## Exercise requirements
Look through the records below for the line with "here by hand" and the line with "found = permit_breaches(frame, 60)", then return those lines and all lines between, exactly.

## Data shown
══════════════════════════════
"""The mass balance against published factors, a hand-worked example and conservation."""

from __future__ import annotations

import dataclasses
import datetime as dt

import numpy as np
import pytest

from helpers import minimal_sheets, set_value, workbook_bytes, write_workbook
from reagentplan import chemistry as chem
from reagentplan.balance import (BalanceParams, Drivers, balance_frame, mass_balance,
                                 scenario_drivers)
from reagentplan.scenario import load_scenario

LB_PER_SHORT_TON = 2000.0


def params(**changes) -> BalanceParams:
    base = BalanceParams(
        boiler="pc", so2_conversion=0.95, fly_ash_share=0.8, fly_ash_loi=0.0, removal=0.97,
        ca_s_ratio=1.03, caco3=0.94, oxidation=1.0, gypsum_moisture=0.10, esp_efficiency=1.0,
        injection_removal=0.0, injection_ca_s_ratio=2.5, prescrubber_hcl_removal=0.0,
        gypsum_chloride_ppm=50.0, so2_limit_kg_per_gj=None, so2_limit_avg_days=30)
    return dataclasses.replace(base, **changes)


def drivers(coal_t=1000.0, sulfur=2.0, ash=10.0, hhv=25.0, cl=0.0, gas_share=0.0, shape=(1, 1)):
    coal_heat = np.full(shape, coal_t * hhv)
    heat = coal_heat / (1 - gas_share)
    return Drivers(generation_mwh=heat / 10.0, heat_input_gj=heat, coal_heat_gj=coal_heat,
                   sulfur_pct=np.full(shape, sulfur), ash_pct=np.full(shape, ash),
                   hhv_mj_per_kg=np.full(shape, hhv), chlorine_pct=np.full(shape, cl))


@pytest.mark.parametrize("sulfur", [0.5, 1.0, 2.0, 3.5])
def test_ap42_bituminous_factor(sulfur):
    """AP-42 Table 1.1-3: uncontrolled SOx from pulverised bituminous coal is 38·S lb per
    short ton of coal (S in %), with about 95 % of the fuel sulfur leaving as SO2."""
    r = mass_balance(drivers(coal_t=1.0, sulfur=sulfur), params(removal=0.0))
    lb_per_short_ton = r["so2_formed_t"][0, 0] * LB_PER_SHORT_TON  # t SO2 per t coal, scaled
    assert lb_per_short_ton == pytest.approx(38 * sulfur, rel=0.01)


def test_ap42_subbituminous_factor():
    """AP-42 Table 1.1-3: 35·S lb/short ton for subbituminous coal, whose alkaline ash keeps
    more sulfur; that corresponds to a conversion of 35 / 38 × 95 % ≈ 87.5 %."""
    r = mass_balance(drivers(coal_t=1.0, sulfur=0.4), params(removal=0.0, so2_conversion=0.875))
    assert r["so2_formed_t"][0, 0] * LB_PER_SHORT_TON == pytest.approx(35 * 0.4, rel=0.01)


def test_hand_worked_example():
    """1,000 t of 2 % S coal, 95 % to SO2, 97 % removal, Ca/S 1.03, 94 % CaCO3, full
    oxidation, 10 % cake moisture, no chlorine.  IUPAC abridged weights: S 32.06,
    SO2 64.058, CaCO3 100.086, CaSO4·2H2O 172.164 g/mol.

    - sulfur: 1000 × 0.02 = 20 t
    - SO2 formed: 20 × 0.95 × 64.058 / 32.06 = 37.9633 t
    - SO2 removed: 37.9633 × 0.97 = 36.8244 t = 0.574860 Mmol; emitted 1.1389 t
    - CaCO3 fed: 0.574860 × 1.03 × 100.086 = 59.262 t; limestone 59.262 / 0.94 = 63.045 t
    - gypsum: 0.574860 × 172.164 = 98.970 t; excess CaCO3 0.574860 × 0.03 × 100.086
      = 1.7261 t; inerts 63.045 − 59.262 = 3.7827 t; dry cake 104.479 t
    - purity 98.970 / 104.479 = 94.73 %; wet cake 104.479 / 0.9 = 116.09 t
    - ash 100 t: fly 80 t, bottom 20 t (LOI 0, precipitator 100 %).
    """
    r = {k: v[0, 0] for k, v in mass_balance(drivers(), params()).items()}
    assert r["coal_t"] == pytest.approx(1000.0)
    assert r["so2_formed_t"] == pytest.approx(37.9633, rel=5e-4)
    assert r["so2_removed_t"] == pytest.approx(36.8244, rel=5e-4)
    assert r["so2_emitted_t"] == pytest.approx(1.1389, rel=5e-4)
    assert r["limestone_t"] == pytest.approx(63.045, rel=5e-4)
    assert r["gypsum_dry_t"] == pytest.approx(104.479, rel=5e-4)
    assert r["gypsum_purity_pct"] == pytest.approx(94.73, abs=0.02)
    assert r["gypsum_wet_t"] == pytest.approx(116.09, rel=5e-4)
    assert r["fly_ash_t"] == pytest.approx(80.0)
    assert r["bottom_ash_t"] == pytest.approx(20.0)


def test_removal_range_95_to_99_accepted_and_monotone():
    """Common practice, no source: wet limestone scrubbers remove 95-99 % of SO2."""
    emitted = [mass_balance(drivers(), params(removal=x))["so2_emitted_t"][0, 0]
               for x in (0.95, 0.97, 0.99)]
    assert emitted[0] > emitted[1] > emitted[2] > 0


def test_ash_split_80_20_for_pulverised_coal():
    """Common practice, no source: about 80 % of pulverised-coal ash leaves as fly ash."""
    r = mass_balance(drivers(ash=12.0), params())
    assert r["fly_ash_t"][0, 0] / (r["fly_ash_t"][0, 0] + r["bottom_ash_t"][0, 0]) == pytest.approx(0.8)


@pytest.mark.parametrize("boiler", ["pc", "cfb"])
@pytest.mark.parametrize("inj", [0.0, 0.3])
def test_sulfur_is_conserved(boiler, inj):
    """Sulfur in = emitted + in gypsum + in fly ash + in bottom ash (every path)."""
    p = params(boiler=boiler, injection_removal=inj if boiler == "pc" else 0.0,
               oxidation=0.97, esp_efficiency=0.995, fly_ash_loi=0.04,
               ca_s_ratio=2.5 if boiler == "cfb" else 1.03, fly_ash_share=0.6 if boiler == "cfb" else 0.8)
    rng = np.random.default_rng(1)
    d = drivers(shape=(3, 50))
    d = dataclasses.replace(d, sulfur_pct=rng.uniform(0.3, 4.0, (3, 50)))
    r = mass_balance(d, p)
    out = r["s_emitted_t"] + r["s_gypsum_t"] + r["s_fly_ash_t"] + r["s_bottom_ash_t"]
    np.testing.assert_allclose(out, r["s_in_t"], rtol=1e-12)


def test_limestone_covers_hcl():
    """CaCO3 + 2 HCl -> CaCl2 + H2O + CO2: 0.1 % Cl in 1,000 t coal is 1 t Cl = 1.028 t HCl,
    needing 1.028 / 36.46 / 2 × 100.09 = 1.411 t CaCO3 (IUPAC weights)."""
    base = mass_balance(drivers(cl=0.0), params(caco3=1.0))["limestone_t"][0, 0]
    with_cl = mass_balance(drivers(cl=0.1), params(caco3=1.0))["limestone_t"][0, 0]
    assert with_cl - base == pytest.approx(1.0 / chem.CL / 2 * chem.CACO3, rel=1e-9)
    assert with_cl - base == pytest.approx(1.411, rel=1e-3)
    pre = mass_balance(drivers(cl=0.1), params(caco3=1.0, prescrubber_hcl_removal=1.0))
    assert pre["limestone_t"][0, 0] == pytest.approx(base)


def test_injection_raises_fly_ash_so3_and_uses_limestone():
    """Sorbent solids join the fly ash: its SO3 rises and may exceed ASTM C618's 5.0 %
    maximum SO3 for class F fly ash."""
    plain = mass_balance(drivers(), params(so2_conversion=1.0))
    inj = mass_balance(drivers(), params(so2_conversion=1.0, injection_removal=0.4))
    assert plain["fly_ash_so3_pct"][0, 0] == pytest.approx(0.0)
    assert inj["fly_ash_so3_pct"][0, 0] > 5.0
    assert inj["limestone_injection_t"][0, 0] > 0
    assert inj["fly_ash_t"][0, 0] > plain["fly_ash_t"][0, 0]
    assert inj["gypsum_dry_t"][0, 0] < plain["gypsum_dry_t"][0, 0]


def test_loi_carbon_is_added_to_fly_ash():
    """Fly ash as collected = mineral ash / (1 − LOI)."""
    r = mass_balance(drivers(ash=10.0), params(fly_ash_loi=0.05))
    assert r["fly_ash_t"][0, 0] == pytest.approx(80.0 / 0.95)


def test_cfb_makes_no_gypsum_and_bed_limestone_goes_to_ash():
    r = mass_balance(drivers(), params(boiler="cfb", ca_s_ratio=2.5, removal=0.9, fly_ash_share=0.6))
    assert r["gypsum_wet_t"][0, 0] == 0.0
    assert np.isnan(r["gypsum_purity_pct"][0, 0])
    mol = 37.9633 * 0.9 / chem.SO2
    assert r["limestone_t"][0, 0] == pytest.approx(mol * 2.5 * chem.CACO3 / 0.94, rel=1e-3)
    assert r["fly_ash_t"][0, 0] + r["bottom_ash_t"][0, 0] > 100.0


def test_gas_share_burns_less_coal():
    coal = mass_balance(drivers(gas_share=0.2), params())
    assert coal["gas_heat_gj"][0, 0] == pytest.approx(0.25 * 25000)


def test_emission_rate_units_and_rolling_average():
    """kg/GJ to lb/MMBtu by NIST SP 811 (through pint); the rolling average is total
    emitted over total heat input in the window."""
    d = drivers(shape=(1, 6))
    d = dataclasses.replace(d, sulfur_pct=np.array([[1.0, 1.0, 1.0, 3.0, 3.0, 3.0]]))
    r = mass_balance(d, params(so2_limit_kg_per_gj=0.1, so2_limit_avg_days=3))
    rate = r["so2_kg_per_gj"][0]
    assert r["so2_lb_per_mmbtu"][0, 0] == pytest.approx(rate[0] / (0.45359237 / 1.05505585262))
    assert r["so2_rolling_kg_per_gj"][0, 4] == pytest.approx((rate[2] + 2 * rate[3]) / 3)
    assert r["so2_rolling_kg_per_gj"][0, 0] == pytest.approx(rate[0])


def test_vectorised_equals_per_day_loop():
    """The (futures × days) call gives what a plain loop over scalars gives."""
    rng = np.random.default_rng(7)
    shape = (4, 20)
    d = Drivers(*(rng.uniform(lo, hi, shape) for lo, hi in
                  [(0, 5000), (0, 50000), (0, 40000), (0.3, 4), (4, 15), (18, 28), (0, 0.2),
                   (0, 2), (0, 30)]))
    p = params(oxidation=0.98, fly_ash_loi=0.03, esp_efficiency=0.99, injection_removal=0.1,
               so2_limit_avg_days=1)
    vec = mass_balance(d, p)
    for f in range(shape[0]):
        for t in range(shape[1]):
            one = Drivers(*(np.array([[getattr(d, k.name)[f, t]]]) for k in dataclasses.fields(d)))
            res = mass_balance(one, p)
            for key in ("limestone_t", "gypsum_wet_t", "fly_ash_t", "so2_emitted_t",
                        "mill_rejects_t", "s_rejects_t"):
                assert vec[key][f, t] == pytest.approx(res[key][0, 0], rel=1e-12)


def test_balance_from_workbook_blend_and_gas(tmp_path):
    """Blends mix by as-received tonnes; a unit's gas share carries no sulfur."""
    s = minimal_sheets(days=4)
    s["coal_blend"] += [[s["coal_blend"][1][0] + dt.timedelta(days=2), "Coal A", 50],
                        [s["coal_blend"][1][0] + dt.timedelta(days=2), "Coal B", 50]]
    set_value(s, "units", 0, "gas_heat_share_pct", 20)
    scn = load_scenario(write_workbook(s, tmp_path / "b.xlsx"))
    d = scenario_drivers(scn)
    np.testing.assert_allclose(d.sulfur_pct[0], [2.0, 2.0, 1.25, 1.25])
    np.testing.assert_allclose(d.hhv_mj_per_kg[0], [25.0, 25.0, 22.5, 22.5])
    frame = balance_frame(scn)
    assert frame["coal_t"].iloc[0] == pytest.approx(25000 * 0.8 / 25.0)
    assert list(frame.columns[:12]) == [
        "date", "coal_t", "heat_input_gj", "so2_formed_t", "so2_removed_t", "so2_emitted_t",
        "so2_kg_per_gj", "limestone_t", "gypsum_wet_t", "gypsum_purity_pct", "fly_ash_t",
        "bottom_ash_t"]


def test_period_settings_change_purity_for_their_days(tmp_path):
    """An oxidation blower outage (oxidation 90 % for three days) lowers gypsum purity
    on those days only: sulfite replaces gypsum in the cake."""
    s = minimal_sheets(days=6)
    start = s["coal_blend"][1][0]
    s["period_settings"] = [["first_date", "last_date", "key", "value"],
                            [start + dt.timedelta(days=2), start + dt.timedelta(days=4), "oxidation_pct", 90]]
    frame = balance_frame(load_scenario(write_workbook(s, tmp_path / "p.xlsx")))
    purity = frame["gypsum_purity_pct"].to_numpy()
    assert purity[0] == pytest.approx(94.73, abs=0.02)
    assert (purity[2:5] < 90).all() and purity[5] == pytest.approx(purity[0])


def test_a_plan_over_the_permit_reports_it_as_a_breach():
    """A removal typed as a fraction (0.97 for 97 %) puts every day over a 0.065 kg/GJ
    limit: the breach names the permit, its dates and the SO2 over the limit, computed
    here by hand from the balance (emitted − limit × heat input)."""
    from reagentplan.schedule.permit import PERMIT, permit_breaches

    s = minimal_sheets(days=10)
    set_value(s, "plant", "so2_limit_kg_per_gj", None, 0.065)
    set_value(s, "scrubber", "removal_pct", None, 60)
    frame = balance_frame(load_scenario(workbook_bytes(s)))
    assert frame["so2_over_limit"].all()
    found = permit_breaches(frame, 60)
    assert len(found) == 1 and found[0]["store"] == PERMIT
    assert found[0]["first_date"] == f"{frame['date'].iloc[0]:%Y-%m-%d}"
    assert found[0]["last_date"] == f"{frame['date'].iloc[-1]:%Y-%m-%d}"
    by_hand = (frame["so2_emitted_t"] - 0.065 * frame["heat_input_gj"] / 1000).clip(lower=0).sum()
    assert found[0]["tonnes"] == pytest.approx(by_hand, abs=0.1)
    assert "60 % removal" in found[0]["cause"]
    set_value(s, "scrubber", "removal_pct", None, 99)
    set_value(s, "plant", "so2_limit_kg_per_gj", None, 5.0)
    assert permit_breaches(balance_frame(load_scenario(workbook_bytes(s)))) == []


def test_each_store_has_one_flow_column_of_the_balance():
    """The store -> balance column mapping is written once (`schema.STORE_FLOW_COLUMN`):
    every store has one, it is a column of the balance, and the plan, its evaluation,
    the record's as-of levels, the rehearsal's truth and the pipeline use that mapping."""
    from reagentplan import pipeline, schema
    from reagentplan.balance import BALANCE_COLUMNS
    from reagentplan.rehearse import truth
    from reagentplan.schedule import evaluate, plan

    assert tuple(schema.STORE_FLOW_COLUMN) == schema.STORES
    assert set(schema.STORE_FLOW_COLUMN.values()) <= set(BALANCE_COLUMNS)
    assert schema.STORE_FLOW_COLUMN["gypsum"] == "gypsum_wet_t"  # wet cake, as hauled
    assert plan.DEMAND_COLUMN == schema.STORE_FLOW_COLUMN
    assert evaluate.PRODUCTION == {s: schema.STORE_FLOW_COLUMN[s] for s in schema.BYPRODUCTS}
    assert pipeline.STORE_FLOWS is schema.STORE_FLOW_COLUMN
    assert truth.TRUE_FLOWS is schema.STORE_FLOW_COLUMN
══════════════════════════════
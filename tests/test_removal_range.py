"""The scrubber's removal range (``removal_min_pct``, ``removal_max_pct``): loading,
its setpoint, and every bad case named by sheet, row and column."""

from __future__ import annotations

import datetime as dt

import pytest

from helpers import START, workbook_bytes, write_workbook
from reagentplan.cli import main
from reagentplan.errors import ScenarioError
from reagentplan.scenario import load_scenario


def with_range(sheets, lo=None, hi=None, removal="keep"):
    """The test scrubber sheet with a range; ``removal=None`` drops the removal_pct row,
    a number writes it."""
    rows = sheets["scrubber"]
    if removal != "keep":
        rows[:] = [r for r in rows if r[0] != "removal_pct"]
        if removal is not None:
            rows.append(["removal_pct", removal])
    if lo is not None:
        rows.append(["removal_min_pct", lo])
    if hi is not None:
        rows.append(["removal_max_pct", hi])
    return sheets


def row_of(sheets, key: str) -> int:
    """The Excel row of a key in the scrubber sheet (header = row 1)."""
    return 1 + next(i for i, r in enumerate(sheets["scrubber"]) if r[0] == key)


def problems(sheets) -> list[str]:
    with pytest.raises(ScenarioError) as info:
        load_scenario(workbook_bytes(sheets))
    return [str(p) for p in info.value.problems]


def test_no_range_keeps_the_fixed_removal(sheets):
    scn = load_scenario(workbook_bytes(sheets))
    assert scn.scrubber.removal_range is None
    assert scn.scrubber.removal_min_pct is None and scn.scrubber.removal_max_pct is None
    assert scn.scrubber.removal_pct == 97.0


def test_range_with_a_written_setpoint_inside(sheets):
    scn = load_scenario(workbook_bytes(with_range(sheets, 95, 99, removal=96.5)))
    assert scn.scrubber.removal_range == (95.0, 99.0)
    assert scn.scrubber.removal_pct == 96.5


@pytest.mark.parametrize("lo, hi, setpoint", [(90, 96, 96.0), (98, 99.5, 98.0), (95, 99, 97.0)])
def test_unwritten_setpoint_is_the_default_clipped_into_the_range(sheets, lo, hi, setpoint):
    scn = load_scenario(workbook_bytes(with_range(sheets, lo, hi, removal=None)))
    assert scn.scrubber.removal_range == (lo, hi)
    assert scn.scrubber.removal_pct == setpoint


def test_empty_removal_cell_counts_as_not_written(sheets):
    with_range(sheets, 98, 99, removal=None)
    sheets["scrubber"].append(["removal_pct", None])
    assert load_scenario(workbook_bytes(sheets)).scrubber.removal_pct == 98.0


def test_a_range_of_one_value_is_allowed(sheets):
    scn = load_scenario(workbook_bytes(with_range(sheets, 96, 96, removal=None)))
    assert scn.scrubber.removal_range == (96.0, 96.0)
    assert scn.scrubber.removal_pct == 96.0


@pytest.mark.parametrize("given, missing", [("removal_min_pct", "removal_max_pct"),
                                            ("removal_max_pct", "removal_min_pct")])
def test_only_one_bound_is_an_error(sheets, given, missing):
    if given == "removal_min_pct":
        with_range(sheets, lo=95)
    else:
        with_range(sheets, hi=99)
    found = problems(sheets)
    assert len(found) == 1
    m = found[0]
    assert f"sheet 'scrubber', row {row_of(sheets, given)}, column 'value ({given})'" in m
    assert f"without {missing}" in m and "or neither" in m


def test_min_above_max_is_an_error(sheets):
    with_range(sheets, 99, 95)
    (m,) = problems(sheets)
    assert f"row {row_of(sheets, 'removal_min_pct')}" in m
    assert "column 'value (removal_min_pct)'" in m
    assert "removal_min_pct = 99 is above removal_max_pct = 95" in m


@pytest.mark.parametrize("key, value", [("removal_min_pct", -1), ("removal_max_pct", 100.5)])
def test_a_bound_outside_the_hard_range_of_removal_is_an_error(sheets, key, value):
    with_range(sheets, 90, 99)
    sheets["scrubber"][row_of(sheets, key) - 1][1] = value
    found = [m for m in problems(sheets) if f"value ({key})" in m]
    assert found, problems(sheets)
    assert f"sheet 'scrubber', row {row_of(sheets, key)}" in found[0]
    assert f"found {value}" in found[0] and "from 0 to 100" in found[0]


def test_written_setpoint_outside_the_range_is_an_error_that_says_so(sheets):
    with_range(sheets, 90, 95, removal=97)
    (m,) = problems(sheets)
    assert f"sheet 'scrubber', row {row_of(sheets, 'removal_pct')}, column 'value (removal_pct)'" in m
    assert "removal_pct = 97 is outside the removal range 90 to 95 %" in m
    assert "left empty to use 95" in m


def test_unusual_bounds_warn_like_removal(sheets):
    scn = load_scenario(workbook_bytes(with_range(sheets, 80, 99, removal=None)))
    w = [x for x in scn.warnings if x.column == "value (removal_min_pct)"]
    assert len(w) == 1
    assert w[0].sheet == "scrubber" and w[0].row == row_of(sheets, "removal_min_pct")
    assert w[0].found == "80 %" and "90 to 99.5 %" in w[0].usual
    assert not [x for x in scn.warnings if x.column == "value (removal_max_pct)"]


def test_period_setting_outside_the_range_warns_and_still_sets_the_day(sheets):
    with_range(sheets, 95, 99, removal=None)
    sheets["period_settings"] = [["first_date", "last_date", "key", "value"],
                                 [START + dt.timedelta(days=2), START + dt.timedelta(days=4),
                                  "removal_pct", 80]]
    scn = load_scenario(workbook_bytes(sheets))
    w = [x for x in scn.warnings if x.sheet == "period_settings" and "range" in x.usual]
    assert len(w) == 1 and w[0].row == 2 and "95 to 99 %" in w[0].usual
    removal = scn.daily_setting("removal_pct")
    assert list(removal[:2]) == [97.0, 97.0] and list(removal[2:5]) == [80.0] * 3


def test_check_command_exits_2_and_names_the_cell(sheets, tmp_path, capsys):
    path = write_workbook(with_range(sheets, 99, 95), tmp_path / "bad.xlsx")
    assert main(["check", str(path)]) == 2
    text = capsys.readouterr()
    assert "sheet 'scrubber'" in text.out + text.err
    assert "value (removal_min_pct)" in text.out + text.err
══════════════════════════════
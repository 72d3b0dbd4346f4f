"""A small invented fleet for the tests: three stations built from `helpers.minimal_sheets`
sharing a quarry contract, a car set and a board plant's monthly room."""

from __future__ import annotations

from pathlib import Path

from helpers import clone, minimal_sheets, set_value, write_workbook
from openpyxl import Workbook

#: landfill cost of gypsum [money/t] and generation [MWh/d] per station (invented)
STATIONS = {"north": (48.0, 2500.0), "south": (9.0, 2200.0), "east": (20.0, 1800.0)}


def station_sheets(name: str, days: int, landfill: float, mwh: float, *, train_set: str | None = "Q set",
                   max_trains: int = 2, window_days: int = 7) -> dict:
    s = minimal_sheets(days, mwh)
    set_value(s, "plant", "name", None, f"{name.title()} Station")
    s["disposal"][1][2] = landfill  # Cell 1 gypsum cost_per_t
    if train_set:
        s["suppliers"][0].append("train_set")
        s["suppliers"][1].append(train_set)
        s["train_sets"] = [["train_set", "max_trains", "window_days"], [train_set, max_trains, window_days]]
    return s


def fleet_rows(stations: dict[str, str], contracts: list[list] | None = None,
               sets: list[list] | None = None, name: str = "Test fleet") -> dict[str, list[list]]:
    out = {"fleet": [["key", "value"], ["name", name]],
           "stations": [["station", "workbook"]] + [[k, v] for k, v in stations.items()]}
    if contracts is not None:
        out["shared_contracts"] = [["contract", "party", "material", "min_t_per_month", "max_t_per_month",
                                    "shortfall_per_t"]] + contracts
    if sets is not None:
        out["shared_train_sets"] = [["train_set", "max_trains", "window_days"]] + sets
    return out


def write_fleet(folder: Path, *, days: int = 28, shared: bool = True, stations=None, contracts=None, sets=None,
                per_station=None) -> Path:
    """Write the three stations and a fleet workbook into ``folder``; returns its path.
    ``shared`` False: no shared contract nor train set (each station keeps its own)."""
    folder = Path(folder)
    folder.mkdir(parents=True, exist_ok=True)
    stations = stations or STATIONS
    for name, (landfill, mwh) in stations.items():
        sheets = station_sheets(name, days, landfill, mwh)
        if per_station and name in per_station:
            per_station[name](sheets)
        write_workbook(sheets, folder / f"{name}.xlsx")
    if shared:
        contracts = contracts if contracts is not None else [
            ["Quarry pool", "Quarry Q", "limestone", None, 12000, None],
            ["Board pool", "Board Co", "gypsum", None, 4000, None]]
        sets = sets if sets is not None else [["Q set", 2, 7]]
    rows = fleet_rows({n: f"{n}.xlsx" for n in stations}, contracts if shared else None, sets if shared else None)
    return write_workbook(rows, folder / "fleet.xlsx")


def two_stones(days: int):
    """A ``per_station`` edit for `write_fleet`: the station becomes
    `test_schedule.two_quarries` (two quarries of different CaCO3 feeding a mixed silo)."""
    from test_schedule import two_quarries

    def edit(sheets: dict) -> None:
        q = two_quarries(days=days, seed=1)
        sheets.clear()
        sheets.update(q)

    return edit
══════════════════════════════
## Output for this task
    here by hand from the balance (emitted − limit × heat input)."""
    from reagentplan.schedule.permit import PERMIT, permit_breaches

    s = minimal_sheets(days=10)
    set_value(s, "plant", "so2_limit_kg_per_gj", None, 0.065)
    set_value(s, "scrubber", "removal_pct", None, 60)
    frame = balance_frame(load_scenario(workbook_bytes(s)))
    assert frame["so2_over_limit"].all()
    found = permit_breaches(frame, 60)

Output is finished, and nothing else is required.